### WORK INSTRUCTIONS:
Should a line in the entries below contain "ravel", return that line.
*** Opening of GIVEN INFORMATION ***
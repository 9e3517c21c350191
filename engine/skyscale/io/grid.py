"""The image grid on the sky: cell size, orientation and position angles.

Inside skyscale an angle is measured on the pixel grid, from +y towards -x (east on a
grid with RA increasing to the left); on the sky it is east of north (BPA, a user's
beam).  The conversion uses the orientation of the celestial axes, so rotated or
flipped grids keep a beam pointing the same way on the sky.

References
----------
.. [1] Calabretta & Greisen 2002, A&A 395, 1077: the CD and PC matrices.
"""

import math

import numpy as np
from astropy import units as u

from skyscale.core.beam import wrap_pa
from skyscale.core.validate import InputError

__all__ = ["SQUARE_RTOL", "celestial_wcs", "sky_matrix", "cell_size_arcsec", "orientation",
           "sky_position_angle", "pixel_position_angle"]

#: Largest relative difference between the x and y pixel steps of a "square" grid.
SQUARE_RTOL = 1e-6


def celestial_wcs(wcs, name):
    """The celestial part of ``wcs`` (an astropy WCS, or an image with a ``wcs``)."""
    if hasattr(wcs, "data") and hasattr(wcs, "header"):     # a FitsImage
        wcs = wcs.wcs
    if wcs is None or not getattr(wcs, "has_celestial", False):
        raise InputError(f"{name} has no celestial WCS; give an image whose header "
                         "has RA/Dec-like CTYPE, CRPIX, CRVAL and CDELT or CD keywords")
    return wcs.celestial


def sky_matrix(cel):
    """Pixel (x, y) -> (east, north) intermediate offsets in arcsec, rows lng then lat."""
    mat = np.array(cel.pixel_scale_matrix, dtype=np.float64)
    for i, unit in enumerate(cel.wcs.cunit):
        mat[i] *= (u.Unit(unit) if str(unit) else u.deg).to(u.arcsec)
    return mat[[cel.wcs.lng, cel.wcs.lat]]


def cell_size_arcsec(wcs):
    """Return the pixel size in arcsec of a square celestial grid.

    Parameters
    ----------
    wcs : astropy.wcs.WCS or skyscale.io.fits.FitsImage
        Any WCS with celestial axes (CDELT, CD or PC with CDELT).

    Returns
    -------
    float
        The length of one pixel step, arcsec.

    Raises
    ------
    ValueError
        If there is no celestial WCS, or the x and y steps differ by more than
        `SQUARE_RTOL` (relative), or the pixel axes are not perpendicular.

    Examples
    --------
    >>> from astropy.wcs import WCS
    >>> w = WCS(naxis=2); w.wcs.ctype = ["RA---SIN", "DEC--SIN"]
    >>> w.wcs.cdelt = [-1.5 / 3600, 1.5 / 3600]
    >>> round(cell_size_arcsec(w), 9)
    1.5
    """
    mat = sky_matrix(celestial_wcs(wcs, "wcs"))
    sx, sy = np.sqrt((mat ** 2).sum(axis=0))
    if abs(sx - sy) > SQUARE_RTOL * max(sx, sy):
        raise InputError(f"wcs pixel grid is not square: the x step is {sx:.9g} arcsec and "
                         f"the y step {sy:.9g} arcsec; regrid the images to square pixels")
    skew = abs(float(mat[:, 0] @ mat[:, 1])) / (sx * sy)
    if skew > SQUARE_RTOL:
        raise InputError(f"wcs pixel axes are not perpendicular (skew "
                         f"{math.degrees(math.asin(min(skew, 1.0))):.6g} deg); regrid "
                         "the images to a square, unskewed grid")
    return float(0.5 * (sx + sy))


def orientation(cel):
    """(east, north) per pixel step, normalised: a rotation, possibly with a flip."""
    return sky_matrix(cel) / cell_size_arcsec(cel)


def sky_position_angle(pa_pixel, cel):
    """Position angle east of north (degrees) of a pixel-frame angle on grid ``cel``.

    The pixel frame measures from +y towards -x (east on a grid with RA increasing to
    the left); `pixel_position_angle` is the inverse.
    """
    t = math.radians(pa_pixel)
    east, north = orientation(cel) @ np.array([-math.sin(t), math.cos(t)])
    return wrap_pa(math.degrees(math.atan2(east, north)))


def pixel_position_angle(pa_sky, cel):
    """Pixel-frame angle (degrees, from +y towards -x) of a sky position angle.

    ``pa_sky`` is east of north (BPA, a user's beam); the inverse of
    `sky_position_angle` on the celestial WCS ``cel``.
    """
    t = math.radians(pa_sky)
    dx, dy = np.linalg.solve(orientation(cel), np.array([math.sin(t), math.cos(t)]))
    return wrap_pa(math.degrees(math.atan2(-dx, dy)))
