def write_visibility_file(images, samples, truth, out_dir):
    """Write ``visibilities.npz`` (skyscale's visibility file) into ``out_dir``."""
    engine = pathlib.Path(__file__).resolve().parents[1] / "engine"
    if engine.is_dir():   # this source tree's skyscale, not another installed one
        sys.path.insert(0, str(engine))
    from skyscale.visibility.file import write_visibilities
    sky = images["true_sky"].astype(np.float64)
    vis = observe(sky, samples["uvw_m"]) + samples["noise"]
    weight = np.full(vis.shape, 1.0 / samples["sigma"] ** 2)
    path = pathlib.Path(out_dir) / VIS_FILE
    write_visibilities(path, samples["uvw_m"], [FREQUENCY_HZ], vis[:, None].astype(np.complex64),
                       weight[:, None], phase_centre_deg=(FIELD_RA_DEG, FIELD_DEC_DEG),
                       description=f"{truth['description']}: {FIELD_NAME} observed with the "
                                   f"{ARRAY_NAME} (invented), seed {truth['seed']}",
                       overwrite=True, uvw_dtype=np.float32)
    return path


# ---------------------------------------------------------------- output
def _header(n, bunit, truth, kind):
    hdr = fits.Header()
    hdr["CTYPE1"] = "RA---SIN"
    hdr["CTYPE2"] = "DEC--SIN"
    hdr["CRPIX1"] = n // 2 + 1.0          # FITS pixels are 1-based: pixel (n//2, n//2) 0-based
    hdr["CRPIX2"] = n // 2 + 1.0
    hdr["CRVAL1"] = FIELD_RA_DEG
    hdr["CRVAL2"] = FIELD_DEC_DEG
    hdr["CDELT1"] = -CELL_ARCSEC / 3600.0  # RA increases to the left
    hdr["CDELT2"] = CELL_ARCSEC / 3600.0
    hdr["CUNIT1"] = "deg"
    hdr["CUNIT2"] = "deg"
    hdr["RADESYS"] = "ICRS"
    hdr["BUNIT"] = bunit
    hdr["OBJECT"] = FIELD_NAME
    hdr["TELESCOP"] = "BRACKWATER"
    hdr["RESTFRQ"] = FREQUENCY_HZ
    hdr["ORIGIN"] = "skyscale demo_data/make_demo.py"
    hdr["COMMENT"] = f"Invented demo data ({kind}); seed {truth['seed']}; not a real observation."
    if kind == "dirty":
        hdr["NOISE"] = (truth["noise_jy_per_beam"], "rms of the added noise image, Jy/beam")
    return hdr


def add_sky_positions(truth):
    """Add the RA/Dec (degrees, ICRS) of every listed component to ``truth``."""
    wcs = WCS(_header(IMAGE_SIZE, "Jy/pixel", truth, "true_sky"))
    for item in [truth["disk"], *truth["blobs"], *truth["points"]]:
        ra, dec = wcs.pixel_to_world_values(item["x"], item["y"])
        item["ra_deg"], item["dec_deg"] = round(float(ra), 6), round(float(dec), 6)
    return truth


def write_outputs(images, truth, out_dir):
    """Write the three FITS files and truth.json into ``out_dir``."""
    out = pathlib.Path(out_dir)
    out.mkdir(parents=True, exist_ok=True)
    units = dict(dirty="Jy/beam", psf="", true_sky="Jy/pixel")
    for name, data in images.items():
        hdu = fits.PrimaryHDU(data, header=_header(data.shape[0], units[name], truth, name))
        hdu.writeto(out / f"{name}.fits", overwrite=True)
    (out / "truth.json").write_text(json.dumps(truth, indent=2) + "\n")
*** Close of GIVEN INFORMATION ***
*** Opening of GIVEN INFORMATION ***
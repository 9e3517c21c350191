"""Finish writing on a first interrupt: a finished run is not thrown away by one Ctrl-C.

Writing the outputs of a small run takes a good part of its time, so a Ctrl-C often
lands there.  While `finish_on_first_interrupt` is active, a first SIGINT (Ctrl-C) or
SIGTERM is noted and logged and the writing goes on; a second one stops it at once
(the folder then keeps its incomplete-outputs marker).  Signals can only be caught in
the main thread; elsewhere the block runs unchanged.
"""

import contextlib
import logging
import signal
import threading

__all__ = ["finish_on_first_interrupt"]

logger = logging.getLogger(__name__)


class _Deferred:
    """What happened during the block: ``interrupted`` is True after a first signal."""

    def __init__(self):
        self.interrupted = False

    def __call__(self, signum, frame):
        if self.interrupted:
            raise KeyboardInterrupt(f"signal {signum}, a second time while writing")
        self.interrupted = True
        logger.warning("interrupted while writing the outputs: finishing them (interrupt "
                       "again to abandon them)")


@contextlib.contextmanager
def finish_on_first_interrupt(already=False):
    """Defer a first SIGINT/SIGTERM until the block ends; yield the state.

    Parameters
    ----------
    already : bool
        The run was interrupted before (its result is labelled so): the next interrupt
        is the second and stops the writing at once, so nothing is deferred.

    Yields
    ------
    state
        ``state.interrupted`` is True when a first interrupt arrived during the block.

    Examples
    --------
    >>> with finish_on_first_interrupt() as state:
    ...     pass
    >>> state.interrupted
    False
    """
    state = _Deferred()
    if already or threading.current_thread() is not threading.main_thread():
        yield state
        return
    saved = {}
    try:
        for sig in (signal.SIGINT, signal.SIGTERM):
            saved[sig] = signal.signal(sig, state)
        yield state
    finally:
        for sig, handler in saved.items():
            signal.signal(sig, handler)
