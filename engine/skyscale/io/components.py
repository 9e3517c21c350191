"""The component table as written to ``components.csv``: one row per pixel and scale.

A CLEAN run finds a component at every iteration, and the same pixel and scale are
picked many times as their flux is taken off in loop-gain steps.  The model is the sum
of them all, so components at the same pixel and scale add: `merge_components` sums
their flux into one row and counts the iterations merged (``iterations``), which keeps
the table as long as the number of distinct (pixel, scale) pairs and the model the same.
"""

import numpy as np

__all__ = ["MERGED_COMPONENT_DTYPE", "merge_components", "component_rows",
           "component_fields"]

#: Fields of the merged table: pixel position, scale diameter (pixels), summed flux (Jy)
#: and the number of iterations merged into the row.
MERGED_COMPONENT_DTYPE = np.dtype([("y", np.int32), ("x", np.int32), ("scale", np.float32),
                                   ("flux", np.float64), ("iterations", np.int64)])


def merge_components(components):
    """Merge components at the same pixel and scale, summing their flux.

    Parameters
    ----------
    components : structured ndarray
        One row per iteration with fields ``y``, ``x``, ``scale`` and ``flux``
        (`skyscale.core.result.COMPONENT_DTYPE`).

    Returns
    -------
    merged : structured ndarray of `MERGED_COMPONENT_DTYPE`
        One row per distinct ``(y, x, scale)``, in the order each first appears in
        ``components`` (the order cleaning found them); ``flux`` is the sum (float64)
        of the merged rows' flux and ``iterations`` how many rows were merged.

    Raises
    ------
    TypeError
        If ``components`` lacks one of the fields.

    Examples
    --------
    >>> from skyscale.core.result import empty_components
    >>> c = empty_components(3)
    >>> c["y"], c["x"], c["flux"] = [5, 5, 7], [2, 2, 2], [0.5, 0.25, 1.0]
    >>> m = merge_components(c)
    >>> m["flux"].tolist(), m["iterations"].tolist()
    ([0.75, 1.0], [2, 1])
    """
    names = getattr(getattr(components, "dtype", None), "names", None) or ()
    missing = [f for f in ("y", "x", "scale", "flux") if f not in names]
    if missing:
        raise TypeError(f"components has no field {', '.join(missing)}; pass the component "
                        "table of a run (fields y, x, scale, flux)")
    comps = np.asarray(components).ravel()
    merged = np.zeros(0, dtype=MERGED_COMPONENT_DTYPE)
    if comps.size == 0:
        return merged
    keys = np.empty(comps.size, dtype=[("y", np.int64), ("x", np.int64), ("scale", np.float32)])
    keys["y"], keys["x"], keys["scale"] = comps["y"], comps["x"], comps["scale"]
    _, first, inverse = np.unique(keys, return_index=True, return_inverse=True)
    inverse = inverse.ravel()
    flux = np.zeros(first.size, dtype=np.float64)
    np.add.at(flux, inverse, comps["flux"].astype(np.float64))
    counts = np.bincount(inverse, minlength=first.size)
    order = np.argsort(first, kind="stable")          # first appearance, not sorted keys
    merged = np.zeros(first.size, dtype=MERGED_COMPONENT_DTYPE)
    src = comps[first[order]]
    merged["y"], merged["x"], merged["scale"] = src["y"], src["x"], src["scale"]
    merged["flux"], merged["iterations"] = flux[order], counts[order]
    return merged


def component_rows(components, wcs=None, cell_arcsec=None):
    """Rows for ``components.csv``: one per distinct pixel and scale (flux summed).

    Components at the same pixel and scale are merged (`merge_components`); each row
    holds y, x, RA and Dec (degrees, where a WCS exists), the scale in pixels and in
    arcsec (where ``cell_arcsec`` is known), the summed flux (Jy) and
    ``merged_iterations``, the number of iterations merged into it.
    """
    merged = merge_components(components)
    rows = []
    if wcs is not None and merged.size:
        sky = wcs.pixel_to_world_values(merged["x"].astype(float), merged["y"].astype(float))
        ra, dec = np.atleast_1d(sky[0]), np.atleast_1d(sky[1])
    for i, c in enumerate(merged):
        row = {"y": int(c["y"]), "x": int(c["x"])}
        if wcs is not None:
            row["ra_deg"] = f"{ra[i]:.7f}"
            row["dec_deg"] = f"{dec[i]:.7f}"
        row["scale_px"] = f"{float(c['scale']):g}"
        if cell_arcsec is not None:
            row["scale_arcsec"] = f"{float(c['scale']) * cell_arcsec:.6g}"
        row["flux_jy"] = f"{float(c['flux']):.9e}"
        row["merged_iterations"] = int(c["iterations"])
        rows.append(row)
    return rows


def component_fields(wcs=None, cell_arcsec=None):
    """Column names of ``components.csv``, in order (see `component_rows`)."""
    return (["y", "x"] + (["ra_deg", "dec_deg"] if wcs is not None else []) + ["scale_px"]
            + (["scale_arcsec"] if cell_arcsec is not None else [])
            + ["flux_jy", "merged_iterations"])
*** Close of GIVEN INFORMATION ***
### ANSWER BELOW:
    comps = np.asarray(components).ravel()
    inverse = inverse.ravel()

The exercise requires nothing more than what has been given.